---------- Available records
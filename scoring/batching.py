"""Grouping texts of unequal length into batches for a model, with little padding."""

from __future__ import annotations

# a batch is closed when padding would make it this much larger than its texts
PADDING_SLACK = 1.25


def length_batches(lengths: list[int], budget: int, slack: float = PADDING_SLACK) -> list[list[int]]:
    """Indices grouped, shortest first, so that a batch (rows x its longest) stays within
    ``budget`` tokens and within ``slack`` times its texts' own tokens; a text longer than
    the budget gets a batch of its own. Every index appears once."""
    batches: list[list[int]] = []
    current: list[int] = []
    real = 0
    for i in sorted(range(len(lengths)), key=lambda j: lengths[j]):
        n = lengths[i]
        padded = (len(current) + 1) * n
        if current and (padded > budget or padded > slack * (real + n)):
            batches.append(current)
            current, real = [], 0
        current.append(i)
        real += n
    if current:
        batches.append(current)
    return batches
--------------------
Return each line from the data where the string "current" can be found.

    current: list[int] = []
        padded = (len(current) + 1) * n
        if current and (padded > budget or padded > slack * (real + n)):
            batches.append(current)
            current, real = [], 0
        current.append(i)
    if current:
        batches.append(current)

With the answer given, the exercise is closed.